*** Opening DATA FOR THIS TASK ***

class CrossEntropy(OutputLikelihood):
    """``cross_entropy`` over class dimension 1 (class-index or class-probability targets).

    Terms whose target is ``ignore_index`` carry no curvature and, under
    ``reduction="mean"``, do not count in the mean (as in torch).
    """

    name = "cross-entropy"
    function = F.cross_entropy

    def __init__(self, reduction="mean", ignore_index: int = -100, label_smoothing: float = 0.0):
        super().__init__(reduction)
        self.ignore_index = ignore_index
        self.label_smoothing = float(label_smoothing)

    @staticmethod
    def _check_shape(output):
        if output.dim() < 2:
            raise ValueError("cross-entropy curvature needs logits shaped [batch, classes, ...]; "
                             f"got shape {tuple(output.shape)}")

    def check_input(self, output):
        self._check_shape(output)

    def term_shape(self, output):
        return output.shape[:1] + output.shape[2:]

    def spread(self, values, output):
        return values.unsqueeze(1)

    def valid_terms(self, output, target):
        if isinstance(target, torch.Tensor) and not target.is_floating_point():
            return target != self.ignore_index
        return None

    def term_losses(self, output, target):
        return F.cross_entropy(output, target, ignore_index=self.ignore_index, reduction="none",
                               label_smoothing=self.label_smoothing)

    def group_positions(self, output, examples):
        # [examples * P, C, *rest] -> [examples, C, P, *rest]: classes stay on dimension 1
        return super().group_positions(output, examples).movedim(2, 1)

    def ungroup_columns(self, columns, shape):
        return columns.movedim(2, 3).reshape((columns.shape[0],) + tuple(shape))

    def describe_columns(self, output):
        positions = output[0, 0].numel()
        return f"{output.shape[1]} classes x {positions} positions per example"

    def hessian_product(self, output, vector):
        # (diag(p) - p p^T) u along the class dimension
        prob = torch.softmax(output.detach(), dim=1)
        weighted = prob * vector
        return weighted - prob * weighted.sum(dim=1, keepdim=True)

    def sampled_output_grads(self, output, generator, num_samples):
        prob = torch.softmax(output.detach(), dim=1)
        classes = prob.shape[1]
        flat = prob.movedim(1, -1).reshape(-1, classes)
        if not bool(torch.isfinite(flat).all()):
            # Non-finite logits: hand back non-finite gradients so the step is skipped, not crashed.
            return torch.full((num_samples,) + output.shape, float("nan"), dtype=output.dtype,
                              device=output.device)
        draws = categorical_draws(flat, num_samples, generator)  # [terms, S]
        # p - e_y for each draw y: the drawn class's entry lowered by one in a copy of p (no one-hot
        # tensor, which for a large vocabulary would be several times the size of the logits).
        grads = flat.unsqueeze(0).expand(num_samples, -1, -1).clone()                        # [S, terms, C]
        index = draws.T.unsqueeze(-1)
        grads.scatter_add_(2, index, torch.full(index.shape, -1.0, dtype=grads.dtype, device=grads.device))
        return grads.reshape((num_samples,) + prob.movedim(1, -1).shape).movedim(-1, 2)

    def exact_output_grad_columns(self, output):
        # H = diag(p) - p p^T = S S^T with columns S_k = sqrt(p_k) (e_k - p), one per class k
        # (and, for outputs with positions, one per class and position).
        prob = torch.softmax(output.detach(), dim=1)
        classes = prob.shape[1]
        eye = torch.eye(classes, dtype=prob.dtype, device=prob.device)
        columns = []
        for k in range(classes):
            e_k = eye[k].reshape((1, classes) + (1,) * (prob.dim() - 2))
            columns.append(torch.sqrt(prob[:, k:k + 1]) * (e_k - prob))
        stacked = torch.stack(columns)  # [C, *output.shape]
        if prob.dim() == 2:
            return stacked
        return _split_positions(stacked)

*** Closing DATA FOR THIS TASK ***
*** Opening DATA FOR THIS TASK ***

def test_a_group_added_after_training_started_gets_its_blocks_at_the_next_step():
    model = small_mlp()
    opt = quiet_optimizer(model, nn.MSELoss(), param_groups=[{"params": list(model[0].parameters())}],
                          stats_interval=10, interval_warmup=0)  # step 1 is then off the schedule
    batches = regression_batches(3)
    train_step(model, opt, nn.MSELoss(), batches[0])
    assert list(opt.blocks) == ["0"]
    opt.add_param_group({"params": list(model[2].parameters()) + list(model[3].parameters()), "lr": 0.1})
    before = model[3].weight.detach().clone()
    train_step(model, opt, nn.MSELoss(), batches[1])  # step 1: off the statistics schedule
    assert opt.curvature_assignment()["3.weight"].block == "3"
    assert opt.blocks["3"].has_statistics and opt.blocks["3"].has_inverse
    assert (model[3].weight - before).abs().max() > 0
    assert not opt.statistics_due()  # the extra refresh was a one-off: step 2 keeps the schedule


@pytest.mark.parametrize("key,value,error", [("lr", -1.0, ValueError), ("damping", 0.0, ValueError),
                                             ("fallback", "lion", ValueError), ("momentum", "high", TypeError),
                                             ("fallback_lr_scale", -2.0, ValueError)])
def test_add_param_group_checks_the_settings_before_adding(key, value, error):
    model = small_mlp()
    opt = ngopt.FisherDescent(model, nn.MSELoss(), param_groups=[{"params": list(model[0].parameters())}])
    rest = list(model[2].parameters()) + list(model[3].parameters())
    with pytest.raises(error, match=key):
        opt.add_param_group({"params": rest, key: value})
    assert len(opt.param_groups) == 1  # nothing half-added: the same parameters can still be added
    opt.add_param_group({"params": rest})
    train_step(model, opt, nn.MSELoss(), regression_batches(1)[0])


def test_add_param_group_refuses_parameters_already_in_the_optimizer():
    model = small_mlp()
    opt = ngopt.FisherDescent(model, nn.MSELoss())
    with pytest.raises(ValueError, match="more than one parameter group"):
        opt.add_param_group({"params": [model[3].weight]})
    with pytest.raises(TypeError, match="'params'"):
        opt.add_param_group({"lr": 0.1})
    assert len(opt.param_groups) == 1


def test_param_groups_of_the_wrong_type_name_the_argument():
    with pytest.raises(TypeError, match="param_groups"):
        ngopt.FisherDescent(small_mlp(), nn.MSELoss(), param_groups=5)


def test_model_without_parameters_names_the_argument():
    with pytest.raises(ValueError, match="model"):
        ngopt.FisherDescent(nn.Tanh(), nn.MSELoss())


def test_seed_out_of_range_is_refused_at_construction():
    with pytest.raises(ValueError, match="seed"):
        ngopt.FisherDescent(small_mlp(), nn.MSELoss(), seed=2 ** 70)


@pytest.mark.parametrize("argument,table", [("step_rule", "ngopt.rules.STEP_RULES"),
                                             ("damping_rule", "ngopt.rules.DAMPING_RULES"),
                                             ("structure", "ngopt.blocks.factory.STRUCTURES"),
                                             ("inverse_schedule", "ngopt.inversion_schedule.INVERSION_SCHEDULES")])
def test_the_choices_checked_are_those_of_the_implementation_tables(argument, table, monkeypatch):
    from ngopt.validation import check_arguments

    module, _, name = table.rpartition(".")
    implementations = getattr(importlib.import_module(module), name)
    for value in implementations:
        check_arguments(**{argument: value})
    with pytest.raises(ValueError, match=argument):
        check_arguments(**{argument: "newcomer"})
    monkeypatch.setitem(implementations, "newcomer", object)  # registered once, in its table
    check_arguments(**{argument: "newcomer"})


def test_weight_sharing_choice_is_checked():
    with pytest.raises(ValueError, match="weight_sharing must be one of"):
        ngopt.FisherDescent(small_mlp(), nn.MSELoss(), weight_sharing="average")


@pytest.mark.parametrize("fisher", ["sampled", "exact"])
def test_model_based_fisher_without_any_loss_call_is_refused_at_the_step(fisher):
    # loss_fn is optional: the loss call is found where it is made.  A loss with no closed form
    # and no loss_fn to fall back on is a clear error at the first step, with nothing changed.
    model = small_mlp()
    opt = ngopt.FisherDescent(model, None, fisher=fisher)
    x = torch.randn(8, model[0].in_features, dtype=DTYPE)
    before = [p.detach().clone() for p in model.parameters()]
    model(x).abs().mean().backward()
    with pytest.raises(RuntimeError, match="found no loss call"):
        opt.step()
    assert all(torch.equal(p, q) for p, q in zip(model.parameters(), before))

*** Closing DATA FOR THIS TASK ***

### REQUIRED ACTION
A word-for-word copy of the lines above from the one with "# and no loss_fn" through the one with "assert all(torch.equal(p, q)", inclusive, is the only output wanted.

### WRITTEN RESPONSE
    # and no loss_fn to fall back on is a clear error at the first step, with nothing changed.
    model = small_mlp()
    opt = ngopt.FisherDescent(model, None, fisher=fisher)
    x = torch.randn(8, model[0].in_features, dtype=DTYPE)
    before = [p.detach().clone() for p in model.parameters()]
    model(x).abs().mean().backward()
    with pytest.raises(RuntimeError, match="found no loss call"):
        opt.step()
    assert all(torch.equal(p, q) for p, q in zip(model.parameters(), before))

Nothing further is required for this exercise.